-- TASK INPUTS follows --

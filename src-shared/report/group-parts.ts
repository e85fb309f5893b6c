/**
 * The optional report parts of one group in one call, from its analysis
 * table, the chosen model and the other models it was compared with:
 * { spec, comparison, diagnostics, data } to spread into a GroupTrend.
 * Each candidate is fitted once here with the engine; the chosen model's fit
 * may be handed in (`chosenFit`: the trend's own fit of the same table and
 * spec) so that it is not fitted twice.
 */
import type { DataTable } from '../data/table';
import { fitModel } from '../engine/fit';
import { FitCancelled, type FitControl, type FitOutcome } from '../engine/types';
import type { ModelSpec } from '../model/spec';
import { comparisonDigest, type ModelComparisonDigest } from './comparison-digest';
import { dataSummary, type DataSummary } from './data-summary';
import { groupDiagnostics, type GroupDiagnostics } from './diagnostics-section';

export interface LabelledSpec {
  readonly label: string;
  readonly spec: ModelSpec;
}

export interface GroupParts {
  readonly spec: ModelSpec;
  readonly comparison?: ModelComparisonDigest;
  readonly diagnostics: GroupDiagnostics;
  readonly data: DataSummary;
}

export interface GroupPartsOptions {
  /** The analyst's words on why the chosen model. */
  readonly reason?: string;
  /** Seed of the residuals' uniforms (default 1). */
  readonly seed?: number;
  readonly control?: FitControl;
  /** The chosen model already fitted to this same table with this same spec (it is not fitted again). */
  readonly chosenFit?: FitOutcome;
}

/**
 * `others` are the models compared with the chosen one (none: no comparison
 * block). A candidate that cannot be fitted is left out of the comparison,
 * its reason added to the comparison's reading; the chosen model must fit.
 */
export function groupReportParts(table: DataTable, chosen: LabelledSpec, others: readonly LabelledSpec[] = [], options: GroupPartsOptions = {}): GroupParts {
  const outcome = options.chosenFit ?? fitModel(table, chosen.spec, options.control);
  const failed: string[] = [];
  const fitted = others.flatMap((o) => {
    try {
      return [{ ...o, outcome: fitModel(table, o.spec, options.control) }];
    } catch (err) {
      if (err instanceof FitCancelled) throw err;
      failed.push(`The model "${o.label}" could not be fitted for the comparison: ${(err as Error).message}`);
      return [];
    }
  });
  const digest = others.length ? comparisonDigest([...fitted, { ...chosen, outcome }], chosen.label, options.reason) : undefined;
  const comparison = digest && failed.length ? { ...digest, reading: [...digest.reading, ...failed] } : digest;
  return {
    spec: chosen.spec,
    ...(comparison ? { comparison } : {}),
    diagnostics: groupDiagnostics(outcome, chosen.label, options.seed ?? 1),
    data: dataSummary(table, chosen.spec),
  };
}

-- TASK INPUTS concluded --
-- TASK INPUTS follows --

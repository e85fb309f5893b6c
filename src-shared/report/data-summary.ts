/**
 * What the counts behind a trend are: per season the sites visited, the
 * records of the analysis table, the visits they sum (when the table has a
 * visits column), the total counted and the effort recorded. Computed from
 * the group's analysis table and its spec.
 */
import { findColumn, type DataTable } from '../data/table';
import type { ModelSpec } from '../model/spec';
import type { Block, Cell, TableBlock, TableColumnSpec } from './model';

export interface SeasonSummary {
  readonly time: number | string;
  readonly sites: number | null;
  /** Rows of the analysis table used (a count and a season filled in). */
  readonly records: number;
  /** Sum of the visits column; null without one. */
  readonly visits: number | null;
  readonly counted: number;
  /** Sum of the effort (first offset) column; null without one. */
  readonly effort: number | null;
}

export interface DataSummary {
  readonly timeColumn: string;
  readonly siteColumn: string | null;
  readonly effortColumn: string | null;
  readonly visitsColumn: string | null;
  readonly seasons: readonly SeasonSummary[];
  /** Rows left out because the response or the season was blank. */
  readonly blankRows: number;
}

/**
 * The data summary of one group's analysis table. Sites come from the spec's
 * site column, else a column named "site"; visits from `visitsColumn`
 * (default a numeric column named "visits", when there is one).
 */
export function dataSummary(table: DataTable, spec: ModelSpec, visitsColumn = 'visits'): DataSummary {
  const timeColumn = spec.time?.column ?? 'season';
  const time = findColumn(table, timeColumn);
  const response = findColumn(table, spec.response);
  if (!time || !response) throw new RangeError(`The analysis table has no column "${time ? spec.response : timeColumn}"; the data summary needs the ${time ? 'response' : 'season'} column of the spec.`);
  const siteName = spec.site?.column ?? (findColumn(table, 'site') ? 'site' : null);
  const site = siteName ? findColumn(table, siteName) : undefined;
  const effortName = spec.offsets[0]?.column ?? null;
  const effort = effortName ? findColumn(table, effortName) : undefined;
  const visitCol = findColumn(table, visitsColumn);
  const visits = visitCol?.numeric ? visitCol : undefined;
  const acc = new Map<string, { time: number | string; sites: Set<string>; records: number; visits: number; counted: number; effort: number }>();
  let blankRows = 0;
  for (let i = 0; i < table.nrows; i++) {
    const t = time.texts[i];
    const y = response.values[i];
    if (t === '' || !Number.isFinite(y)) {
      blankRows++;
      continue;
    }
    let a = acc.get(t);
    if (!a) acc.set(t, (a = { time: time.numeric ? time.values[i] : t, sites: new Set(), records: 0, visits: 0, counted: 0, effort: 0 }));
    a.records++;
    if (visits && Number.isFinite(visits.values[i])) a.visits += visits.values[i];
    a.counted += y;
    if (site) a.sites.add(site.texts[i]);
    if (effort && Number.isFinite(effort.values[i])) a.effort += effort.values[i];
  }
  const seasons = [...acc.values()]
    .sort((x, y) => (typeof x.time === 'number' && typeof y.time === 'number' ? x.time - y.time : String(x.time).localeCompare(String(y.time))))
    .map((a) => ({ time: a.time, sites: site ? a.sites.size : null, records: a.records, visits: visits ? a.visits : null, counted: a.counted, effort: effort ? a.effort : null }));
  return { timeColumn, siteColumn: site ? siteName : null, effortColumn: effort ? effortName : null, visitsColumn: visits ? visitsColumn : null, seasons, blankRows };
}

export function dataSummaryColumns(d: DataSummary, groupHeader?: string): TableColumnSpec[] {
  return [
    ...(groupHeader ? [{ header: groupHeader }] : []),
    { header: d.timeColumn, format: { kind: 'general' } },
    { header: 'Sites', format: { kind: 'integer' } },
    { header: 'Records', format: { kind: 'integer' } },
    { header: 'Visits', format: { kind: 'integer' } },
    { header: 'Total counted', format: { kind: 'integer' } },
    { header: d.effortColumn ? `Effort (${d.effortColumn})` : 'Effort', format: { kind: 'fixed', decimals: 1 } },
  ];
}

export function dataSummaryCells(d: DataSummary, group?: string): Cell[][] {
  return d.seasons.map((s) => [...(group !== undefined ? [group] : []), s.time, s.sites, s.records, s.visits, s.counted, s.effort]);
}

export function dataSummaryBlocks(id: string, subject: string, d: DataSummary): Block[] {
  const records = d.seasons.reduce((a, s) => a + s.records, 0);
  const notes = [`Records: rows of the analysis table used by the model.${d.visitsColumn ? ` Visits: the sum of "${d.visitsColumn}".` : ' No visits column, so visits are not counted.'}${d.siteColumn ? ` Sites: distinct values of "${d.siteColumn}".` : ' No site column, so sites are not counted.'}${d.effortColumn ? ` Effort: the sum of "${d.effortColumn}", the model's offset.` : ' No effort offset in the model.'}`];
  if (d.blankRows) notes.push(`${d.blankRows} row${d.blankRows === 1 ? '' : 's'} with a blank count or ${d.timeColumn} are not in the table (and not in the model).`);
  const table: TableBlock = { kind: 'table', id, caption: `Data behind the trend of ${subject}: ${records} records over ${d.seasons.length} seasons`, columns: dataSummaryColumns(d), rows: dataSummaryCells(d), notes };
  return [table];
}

-- TASK INPUTS concluded --
-- TASK INPUTS follows --

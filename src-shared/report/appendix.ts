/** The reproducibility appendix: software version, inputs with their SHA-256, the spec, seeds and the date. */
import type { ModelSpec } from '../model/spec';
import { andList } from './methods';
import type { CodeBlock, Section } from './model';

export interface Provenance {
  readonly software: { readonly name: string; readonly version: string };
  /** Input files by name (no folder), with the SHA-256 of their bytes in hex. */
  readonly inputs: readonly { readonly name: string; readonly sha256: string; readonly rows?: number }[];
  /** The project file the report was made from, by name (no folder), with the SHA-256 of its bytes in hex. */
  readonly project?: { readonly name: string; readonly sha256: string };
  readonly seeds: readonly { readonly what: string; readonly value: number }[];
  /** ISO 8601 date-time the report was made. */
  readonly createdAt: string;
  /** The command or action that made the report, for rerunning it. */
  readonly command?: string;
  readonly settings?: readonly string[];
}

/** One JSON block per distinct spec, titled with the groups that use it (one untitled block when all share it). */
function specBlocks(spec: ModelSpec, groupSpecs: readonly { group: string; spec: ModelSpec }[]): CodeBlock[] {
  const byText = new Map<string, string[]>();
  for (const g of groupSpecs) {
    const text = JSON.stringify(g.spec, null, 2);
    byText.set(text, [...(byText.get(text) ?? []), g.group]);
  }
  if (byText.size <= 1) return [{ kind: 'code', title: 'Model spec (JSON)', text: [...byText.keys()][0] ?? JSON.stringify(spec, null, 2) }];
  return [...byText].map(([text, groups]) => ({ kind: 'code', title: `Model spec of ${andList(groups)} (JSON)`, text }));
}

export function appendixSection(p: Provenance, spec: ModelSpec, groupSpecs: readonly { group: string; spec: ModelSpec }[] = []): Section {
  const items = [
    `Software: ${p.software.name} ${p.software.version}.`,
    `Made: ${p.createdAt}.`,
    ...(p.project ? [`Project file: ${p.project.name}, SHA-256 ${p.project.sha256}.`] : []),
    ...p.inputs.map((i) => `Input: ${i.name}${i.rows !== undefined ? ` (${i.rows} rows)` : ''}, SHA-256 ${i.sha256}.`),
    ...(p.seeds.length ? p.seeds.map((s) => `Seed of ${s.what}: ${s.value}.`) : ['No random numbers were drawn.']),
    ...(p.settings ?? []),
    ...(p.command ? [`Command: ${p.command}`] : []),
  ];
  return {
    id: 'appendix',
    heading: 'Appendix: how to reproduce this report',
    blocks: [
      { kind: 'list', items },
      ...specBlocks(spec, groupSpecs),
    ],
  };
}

-- TASK INPUTS concluded --

## EXERCISE AIM
Could you set down, exactly as written, the lines above between the one holding "return d.seasons.map((s) =>" and the one holding "table used by", inclusive, and nothing more?

## ANSWER BOX
  return d.seasons.map((s) => [...(group !== undefined ? [group] : []), s.time, s.sites, s.records, s.visits, s.counted, s.effort]);
}

export function dataSummaryBlocks(id: string, subject: string, d: DataSummary): Block[] {
  const records = d.seasons.reduce((a, s) => a + s.records, 0);
  const notes = [`Records: rows of the analysis table used by the model.${d.visitsColumn ? ` Visits: the sum of "${d.visitsColumn}".` : ' No visits column, so visits are not counted.'}${d.siteColumn ? ` Sites: distinct values of "${d.siteColumn}".` : ' No site column, so sites are not counted.'}${d.effortColumn ? ` Effort: the sum of "${d.effortColumn}", the model's offset.` : ' No effort offset in the model.'}`];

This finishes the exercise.